Ciekawsze jest jednak to, że na drugim roku studiów pomagałam koledze, którego 17-letnia wówczas dziewczyna nie mogła iść po receptę bez zgody rodziców. Oni opłacili wizytę lekarza (60 PLN) i tabletkę (80 PLN), ja podszyłam się pod kobietę potrzebującą recepty. W tamtych, studenckich czasach, 140 zł to była dla nas kwota niebotyczna.
Zofia
To było w 2008 roku, miałam wtedy 18 lat. Z ówczesnym chłopakiem spotkałam się od 2 lat i planowaliśmy wspólną przyszłość, ale ważny był dla nas również rozwój osobisty. Oboje przygotowywaliśmy się do matury, chcieliśmy pójść na studia.
Zawsze bardzo uważaliśmy w łóżku, nigdy nie kochaliśmy się bez prezerwatywy. Niestety, tego pechowego dnia zabezpieczenie zawiodło - prezerwatywa pękła podczas stosunku. Wówczas awaryjna antykoncepcja była w pewnym sensie tabu. Była uważana za coś wstydliwego, wręcz złego.
Nie mieliśmy jednak wyjścia. Znaleźliśmy ginekologa, który mógł mnie przyjąć prywatnie (to była sobota). To było dla mnie najbardziej upokarzające doświadczenie w życiu. Lekarz był ekstremalnie niemiły i traktował mnie bardzo protekcjonalnie. Skomentował nawet to, że miałam wydepilowane miejsca intymne. Badanie było bolesne, a lekarz złośliwy. Potraktował mnie jak niesforne dziecko, a byłam przecież dorosła...
Zacisnęłam jednak zęby i ostatecznie dostałam to, po co przyszłam. Receptę zrealizowałam od razu i czekałam niecierpliwie do najbliższej miesiączki. Z tym chłopakiem byliśmy razem jeszcze przez rok. Potem nasze drogi się rozeszły, teraz oboje jesteśmy w szczęśliwych związkach, ja za chwilę zakładam rodzinę. Zdobyłam wyższe wykształcenie, obecnie piszę pracę doktorską, przygotowuję się do ślubu i wspólnie z przyszłym mężem planujemy potomstwo.
Z uwagi na to, jak społeczeństwo postrzega osoby korzystające z antykoncepcji awaryjnej, nikomu nigdy o tym nie mówiłam.
Ola
Ja miałam 19 lat, on 21. Spotykaliśmy się od jakiegoś czasu.

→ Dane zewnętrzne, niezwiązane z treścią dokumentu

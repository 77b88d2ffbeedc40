/* SPDX-License-Identifier: BSD-3-Clause */
/* test_analysis.c - unit tests of the analysis rooms: the noise plan, the sweep crossover and one whole run. */
#include <math.h>
#include <stdio.h>
#include <string.h>
#include "check.h"
#include "schrot/analysis.h"
#include "schrot/physics.h"

#define INLINE_NAME "inline.cir"

static struct sch_diag diag;

/* Every row points at a device and a density, and the shares of a result sum to 1. */
static void assert_sane_result(const struct sch_result *res)
{
	double shares = 0;

	CHECK(res->n_freq >= 2 && res->freq_hz && res->total_psd && res->gain2);
	for (size_t c = 0; c < res->n_contributions; c++) {
		const struct sch_contribution *ct = &res->contributions[c];
		CHECK(ct->device && ct->generator && ct->psd && ct->device_count >= 1);
		if (c > 0)
			CHECK(res->contributions[c - 1].band_power >= ct->band_power);
		shares += ct->share;
	}
	CHECK_REL(shares, 1.0, 1e-12);
}

static enum sch_err load_text(struct sch_deck *deck, const char *text)
{
	sch_deck_init(deck);
	sch_diag_init(&diag, NULL, 0);
	return sch_deck_load_text(deck, INLINE_NAME, text, strlen(text), &diag);
}

static void test_analysis__noise_command_from_the_card(void)
{
	struct sch_deck deck;
	struct sch_arena arena;
	struct sch_run_options opt;
	const char *command = NULL, *ac_source = NULL;

	sch_arena_init(&arena);
	sch_run_options_init(&opt);
	CHECK(load_text(&deck, "t\niph 0 OUT dc 1u\nr1 out 0 1k\n.noise V( Out ) IPH dec 10 1 1k 1\n.end\n") == SCH_OK);
	CHECK(sch_analysis_noise_command(&deck, &opt, &arena, &command, &ac_source, &diag) == SCH_OK);
	CHECK_STR(command, "noise v(out) iph dec 10 1 1000 1");
	/* no AC value of its own: the run supplies one */
	CHECK_STR(ac_source, "iph");
	sch_deck_release(&deck);
	sch_arena_release(&arena);
}

static void test_analysis__noise_command_options_override_the_card(void)
{
	struct sch_deck deck;
	struct sch_arena arena;
	struct sch_run_options opt;
	const char *command = NULL, *ac_source = "untouched";

	sch_arena_init(&arena);
	sch_run_options_init(&opt);
	opt.output_expr = "v(a, b)";
	opt.input_src = "vin";
	opt.have_freq = true;
	opt.freq.f_start = 10;
	opt.freq.f_stop = 1e5;
	opt.freq.points_per_decade = 5;
	CHECK(load_text(&deck, "t\nvin a 0 dc 0 ac 1\nr1 a b 1k\nr2 b 0 1k\n.end\n") == SCH_OK);
	CHECK(sch_analysis_noise_command(&deck, &opt, &arena, &command, &ac_source, &diag) == SCH_OK);
	CHECK_STR(command, "noise v(a,b) vin dec 5 10 100000 1");
	CHECK(ac_source == NULL);
	sch_deck_release(&deck);
	sch_arena_release(&arena);
}

static void test_analysis__noise_command_refuses_an_input_that_is_no_source(void)
{
	struct sch_deck deck;
	struct sch_arena arena;
	struct sch_run_options opt;
	const char *command = "untouched", *ac_source = "untouched";

	sch_arena_init(&arena);
	sch_run_options_init(&opt);
	CHECK(load_text(&deck, "t\niph 0 out dc 1u\nr1 out 0 1k\n.noise v(out) r1 dec 10 1 1k 1\n.end\n") == SCH_OK);
	CHECK(sch_analysis_noise_command(&deck, &opt, &arena, &command, &ac_source, &diag) == SCH_ERR_INPUT);
	CHECK(strstr(diag.first_error, "'r1' is not a voltage or current source") != NULL);
	CHECK_STR(command, "untouched");
	CHECK_STR(ac_source, "untouched");
	sch_deck_release(&deck);
	sch_arena_release(&arena);
}

/*
 * Shot noise 2qI (Schottky 1918, CHECK-VALUES S1) meets a resistor's 4kT/R (Johnson 1928, Nyquist
 * 1928, J1) at I = 2kT/(qR): 51.704000 nA for 1 Mohm at 300 K [CHECK-VALUES X2, derived]. The
 * ratio is a power law in I, which log-log interpolation follows exactly.
 */
static void test_analysis__crossover_at_two_kt_over_qr(void)
{
	const double r_ohm = 1e6, t_k = 300;
	double currents[] = { 1e-9, 1e-8, 1e-7, 1e-6 };
	struct sch_sweep_point p[4];

	for (size_t i = 0; i < 4; i++) {
		memset(&p[i], 0, sizeof(p[i]));
		p[i].value = currents[i];
		p[i].carrier_power_v2 = 2 * SCH_Q * currents[i];
		p[i].other_power_v2 = 4 * SCH_K * t_k / r_ohm;
	}
	CHECK_REL(sch_sweep_crossover(p, 4), 51.704000e-9, 1e-7);
	/* points that never cross: no crossover */
	CHECK(isnan(sch_sweep_crossover(p, 1)));
	p[0].carrier_power_v2 = p[1].carrier_power_v2 = p[2].carrier_power_v2 = p[3].carrier_power_v2 = 1e-30;
	CHECK(isnan(sch_sweep_crossover(p, 4)));
}

/*
 * A temperature sweep of a fixed current I into R: the shot-to-thermal ratio 2qI/(4kT/R) goes as
 * 1/T, so the crossover is T = qIR/(2k) in kelvin (CHECK-VALUES X2 solved for T, derived from the
 * Schottky and Johnson-Nyquist densities S1, J1). With I = 51.704 nA and R = 1 Mohm that is
 * 300.00 K = 26.85 C, found exactly on the kelvin scale between points at 10 C and 60 C.
 */
static void test_analysis__temperature_crossover_in_kelvin(void)
{
	const double i_a = 51.704e-9, r_ohm = 1e6;
	double temps_c[] = { -40, 10, 60, 110 };
	struct sch_sweep_point p[4];
	struct sch_sweep s;

	for (size_t i = 0; i < 4; i++) {
		memset(&p[i], 0, sizeof(p[i]));
		p[i].value = temps_c[i];
		p[i].carrier_power_v2 = 2 * SCH_Q * i_a;
		p[i].other_power_v2 = 4 * SCH_K * (temps_c[i] + SCH_ZERO_C_K) / r_ohm;
	}
	memset(&s, 0, sizeof(s));
	s.name = "temp";
	s.unit = "C";
	s.points = p;
	s.n_points = 4;
	CHECK_REL(sch_sweep_crossover_of(&s) + SCH_ZERO_C_K, SCH_Q * i_a * r_ohm / (2 * SCH_K), 1e-12);
	/* a current sweep keeps its own scale */
	s.unit = "A";
	CHECK_REL(sch_sweep_crossover_of(&s), sch_sweep_crossover(p, 4), 1e-15);
}

/*
 * A 1 uA detector current into 1 kohm: the added row is 2qI R^2 (CHECK-VALUES S3 times R^2) and
 * the resistor's own row 4kTR at the simulator's default 27 C (J1's formula, Johnson 1928 and
 * Nyquist 1928), both flat, so each band power is its density times the band width.
 */
static void test_analysis__report_rows_are_the_closed_forms(void)
{
	const char *dir = check_scratch_dir();
	char path[256];
	struct sch_run_options opt;
	struct sch_result res;
	FILE *f;

	snprintf(path, sizeof(path), "%s/detector.cir", dir);
	f = fopen(path, "w");
	CHECK(f != NULL);
	if (!f)
		return;
	fputs("detector into a load\niph 0 out dc 1u\nr1 out 0 1k\n.noise v(out) iph dec 10 1 1k 1\n.end\n", f);
	fclose(f);
	sch_run_options_init(&opt);
	sch_result_init(&res);
	sch_diag_init(&diag, NULL, 0);
	CHECK(sch_analysis_run(path, &opt, &res, &diag) == SCH_OK);
	assert_sane_result(&res);
	CHECK(res.n_contributions == 2);
	if (res.n_contributions == 2) {
		const struct sch_contribution *r1 = &res.contributions[0], *iph = &res.contributions[1];
		CHECK_STR(r1->device, "r1");
		CHECK(r1->mechanism == SCH_MECH_THERMAL && r1->origin == SCH_ORIGIN_SIMULATOR);
		CHECK_REL(r1->band_power, 4 * SCH_K * 300.15 * 1e3 * 999, 1e-6);
		CHECK_STR(iph->device, "iph");
		CHECK(iph->mechanism == SCH_MECH_SHOT && iph->origin == SCH_ORIGIN_ADDED);
		CHECK_REL(iph->band_power, 3.2043533e-25 * 1e6 * 999, 1e-7);
		CHECK(res.dominant_other == r1);
		CHECK_REL(res.shot_to_rest, iph->band_power / r1->band_power, 1e-12);
	}
	CHECK_REL(res.temp_k, 300.15, 1e-12);
	sch_result_release(&res);
}

CHECK_MAIN(CASE(test_analysis__noise_command_from_the_card), CASE(test_analysis__noise_command_options_override_the_card),
	   CASE(test_analysis__noise_command_refuses_an_input_that_is_no_source),
	   CASE(test_analysis__crossover_at_two_kt_over_qr),
	   CASE(test_analysis__temperature_crossover_in_kelvin), CASE(test_analysis__report_rows_are_the_closed_forms))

Antykoncepcja tradycyjna zawiodła, więc postanowiliśmy skorzystać z awaryjnej, wtedy jeszcze na receptę. Nie chcieliśmy wówczas ciąży, nie byliśmy gotowi na nie psychicznie, finansowo i w ogóle. To była sobota, on miał załatwić receptę. Jedna pani ginekolog odmówiła, bo chciała mnie zbadać przed wypisaniem recepty (po co?), druga odmówiła a przy okazji uświadomiła nas, że zabijamy dziecko (jakie dziecko? niepoczęte???), że to nieetyczne i wbrew woli Bożej. Trzeci ginekolog natomiast zainkasował 100 lub 200 zł i zaocznie wpisał receptę. Po prawie 10 latach od tego incydentu wciąż jesteśmy razem z moim partnerem, mamy rocznego synka - zaplanowanego i chcianego.
Sara
Ledwo skończyłam 18 lat, byłam w liceum. Zabezpieczaliśmy się zawsze, seks bez prezerwatywy był nie do pomyślenia - przecież mam szkołę do skończenia, studia, pracę... Jedna wadliwa "guma" miała to wszystko przekreślić w głupi niedzielny poranek?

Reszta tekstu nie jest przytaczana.